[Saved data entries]
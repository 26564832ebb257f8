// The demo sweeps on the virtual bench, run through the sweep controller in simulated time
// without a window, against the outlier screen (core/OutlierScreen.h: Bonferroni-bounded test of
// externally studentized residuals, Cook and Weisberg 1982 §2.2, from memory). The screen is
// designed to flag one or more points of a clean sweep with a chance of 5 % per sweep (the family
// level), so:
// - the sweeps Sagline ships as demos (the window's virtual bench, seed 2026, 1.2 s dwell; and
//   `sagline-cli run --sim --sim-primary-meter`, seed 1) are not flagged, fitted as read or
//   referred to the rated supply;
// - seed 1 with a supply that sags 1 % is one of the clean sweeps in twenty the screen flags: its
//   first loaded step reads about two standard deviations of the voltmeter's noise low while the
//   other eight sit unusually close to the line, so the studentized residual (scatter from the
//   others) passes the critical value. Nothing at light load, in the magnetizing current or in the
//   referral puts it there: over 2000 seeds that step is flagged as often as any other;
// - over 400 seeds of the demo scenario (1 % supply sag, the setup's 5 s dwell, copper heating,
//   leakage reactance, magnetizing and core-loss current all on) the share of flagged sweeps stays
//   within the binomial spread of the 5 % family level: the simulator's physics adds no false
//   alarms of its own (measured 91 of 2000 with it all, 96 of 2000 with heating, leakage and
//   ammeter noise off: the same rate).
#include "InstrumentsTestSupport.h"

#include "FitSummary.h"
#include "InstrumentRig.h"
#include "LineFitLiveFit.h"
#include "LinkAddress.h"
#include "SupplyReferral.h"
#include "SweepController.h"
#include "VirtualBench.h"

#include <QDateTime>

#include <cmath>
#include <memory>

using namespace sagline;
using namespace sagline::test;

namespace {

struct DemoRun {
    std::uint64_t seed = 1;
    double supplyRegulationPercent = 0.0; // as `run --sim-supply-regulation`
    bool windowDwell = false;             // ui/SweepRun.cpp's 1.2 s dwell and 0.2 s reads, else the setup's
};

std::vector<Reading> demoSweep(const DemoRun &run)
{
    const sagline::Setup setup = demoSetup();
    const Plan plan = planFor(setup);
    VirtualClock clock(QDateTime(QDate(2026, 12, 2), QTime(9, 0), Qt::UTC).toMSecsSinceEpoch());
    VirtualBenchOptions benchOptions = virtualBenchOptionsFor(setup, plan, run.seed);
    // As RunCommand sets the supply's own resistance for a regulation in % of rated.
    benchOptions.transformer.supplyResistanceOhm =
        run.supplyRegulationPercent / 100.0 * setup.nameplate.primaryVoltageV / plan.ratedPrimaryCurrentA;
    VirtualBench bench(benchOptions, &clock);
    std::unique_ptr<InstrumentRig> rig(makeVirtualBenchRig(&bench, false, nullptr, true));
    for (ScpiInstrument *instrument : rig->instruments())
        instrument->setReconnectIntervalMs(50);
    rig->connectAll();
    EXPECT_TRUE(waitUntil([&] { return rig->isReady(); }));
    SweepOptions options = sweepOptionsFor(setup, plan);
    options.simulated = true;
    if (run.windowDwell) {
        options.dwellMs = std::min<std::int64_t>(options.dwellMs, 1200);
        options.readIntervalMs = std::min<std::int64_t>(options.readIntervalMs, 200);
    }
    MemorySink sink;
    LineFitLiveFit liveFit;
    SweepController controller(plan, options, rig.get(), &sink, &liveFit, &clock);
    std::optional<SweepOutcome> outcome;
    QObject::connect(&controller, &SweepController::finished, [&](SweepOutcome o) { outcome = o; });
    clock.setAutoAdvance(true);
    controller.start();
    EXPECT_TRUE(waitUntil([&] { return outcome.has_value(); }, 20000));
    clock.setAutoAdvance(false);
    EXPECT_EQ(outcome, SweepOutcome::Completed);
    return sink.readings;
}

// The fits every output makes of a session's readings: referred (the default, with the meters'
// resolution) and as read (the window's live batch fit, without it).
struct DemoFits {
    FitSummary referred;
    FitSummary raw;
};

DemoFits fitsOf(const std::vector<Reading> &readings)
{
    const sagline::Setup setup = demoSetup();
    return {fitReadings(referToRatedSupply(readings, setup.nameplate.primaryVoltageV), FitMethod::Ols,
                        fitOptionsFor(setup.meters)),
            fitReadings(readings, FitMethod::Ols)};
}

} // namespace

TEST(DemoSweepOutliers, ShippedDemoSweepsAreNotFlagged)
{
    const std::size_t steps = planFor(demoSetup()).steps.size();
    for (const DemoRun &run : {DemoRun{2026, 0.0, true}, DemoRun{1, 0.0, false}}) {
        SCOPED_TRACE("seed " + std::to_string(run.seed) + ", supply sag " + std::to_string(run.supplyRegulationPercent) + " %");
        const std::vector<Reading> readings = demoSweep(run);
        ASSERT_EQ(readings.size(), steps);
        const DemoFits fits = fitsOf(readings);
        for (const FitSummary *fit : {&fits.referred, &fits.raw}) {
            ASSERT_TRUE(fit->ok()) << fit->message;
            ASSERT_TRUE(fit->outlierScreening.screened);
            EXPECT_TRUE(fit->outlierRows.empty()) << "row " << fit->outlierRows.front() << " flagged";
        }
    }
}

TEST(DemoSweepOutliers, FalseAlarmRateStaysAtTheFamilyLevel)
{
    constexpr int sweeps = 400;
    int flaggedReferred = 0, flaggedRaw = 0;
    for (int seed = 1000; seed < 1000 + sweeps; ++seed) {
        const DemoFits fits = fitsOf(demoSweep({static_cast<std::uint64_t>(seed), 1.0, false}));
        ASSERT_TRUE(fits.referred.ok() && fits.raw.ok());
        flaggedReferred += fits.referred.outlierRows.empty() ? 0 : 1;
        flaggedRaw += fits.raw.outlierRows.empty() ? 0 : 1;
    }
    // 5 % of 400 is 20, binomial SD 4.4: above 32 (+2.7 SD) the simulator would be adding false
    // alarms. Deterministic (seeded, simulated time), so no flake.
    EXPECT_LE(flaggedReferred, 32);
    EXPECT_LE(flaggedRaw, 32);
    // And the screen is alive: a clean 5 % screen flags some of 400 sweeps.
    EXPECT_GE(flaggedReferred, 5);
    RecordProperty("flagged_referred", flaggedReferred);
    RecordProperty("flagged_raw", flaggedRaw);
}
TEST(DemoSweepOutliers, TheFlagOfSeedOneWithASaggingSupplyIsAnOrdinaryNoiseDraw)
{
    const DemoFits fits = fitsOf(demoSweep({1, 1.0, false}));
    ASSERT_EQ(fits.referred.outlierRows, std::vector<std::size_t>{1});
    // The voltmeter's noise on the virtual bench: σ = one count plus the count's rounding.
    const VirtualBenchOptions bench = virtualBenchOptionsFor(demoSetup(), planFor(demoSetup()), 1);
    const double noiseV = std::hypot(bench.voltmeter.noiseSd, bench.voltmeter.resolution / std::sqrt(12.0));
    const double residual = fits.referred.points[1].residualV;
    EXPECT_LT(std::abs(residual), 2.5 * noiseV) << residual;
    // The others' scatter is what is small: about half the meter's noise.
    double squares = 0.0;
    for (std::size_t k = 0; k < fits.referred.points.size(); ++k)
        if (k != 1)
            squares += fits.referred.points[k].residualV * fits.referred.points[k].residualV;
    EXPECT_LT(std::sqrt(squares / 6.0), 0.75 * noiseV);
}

§ PROMPT: Gather from the data above every line with the string "reads".

§ COMPLETED TASK:
//   first loaded step reads about two standard deviations of the voltmeter's noise low while the
    bool windowDwell = false;             // ui/SweepRun.cpp's 1.2 s dwell and 0.2 s reads, else the setup's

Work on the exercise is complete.